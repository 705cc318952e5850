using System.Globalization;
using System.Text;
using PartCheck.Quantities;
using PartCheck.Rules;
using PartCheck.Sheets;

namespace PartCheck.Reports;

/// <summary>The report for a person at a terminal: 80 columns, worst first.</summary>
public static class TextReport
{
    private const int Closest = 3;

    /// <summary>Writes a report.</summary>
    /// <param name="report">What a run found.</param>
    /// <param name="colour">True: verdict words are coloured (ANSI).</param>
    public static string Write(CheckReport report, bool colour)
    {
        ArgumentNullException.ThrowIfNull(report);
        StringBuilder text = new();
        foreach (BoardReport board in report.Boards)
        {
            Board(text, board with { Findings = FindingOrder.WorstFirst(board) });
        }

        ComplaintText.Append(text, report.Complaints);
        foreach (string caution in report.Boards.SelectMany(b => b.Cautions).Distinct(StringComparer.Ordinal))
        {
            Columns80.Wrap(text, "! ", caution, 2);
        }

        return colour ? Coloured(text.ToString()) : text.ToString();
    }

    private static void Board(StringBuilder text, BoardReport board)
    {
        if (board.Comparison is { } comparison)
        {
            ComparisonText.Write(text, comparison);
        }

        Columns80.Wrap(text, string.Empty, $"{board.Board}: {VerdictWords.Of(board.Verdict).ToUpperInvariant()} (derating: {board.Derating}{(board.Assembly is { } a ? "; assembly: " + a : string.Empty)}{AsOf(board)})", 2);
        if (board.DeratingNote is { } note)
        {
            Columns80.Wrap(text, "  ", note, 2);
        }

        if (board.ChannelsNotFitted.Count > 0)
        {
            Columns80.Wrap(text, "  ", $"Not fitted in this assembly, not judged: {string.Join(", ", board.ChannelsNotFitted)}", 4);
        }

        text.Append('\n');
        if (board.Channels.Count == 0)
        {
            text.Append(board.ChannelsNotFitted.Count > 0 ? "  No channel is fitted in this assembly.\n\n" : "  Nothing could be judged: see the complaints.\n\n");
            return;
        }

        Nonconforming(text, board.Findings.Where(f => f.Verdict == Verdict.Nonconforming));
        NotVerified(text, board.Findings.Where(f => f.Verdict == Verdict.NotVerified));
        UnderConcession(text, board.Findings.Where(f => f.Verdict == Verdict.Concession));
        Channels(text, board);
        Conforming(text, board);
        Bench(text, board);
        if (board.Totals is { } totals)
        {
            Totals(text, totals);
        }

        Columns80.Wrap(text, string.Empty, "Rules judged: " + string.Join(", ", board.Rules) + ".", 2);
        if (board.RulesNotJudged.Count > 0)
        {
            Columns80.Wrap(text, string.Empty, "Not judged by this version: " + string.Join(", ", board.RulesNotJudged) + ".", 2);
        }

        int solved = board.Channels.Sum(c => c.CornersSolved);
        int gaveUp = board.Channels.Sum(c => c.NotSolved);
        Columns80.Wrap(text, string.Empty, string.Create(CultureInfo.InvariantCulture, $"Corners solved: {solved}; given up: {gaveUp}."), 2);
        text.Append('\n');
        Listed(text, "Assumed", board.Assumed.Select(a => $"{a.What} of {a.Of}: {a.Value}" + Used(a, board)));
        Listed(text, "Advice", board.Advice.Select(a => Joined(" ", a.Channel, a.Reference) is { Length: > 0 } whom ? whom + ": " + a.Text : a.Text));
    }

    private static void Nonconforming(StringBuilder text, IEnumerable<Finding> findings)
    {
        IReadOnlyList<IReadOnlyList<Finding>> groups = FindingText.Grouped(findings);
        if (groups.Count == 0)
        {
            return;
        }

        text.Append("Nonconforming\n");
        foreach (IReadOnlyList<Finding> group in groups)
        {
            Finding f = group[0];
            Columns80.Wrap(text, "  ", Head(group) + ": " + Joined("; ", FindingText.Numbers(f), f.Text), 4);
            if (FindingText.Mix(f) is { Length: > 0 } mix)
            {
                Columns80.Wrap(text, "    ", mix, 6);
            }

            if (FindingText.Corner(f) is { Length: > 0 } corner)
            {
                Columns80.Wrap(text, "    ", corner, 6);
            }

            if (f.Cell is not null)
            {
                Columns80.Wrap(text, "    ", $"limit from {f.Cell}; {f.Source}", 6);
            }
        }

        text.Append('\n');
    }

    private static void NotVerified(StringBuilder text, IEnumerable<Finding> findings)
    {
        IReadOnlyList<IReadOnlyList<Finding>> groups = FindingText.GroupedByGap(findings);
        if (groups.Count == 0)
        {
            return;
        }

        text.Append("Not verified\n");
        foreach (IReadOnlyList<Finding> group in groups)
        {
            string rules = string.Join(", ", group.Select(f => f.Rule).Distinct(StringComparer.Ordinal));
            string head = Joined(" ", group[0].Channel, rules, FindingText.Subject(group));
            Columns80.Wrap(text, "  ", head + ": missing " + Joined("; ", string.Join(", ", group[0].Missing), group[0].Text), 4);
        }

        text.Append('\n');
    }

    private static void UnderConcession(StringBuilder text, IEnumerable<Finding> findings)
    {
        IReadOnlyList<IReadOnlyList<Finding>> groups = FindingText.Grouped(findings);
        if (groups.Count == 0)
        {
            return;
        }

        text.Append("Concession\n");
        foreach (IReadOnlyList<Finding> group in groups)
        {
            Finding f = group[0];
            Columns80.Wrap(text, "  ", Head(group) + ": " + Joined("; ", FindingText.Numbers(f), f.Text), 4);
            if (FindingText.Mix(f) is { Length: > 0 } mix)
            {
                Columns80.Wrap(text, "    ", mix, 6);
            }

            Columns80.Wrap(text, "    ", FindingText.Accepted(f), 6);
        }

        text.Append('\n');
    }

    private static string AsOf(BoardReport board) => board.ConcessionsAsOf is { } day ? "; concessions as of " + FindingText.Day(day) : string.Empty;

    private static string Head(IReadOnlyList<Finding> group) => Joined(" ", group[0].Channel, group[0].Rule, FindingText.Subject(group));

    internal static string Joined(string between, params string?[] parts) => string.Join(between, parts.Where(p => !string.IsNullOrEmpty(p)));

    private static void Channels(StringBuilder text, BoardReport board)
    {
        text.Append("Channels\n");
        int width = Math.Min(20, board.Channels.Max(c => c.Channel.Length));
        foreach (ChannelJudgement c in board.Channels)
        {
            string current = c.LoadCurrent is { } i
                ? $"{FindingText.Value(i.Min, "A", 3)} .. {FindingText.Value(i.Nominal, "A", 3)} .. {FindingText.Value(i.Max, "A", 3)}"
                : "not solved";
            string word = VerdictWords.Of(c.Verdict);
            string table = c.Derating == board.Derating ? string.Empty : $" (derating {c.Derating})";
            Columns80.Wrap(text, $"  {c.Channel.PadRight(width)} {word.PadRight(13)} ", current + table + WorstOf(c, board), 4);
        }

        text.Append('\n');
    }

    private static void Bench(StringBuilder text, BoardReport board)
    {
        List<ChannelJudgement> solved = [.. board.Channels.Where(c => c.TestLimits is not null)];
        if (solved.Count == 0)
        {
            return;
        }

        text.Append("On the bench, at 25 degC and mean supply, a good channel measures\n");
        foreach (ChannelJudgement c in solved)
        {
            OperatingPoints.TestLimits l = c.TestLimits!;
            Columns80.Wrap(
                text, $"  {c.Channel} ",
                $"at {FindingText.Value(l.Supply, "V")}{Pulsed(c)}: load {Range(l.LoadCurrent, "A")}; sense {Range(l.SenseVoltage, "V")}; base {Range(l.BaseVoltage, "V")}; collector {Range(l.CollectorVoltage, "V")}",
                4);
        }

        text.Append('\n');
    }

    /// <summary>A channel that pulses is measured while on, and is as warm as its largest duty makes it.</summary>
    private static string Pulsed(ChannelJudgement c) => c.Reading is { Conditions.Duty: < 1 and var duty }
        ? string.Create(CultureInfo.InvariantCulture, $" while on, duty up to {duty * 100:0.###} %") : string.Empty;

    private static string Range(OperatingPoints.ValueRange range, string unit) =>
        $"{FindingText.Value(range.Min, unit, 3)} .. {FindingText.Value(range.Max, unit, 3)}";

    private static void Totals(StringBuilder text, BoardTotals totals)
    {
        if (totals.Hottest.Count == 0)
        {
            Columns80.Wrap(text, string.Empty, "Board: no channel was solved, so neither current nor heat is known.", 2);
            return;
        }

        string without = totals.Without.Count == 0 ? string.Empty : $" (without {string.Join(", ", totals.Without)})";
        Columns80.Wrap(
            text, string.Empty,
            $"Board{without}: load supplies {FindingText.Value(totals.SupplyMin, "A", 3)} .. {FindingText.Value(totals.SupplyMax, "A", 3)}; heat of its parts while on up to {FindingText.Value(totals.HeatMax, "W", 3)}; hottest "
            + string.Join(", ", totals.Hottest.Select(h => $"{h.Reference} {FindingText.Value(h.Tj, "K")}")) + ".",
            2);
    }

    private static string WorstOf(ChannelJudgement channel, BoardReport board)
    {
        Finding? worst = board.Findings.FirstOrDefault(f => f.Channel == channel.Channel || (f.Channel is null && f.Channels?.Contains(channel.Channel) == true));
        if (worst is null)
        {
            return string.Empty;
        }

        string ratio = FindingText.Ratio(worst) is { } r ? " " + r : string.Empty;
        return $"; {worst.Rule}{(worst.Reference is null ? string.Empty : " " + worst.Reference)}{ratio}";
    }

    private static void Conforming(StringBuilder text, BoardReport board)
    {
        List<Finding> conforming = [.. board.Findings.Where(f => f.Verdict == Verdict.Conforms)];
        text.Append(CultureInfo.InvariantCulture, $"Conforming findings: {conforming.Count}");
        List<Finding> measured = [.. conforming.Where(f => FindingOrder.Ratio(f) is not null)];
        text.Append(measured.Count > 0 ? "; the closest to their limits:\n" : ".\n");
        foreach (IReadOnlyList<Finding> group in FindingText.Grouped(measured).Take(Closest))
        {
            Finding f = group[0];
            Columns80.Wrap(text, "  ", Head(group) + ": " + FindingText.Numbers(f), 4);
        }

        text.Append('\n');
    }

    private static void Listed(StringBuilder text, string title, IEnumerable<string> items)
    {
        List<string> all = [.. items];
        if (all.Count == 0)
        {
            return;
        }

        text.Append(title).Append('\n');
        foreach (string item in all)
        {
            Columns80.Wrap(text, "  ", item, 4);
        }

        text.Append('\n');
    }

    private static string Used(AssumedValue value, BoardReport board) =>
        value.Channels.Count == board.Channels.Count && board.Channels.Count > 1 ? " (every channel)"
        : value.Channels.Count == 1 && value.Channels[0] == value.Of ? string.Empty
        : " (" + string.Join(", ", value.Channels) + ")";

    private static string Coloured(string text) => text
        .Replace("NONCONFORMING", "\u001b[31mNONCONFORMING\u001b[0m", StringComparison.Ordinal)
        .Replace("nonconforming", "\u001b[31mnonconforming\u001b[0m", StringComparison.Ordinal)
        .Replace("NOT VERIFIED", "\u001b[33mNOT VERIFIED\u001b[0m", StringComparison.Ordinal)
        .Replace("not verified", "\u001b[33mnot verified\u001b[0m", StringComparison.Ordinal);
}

--------------------------------------------------

What the exercise asks: Could you retype exactly the lines from the first one of the records through the line containing "ComplaintText.Append(text, report.Complaints);", both included, and nothing more?

Exercise solution:
repository 705cc318952e5850
using System.Globalization;
using System.Text;
using PartCheck.Quantities;
using PartCheck.Rules;
using PartCheck.Sheets;

namespace PartCheck.Reports;

/// <summary>The report for a person at a terminal: 80 columns, worst first.</summary>
public static class TextReport
{
    private const int Closest = 3;

    /// <summary>Writes a report.</summary>
    /// <param name="report">What a run found.</param>
    /// <param name="colour">True: verdict words are coloured (ANSI).</param>
    public static string Write(CheckReport report, bool colour)
    {
        ArgumentNullException.ThrowIfNull(report);
        StringBuilder text = new();
        foreach (BoardReport board in report.Boards)
        {
            Board(text, board with { Findings = FindingOrder.WorstFirst(board) });
        }

        ComplaintText.Append(text, report.Complaints);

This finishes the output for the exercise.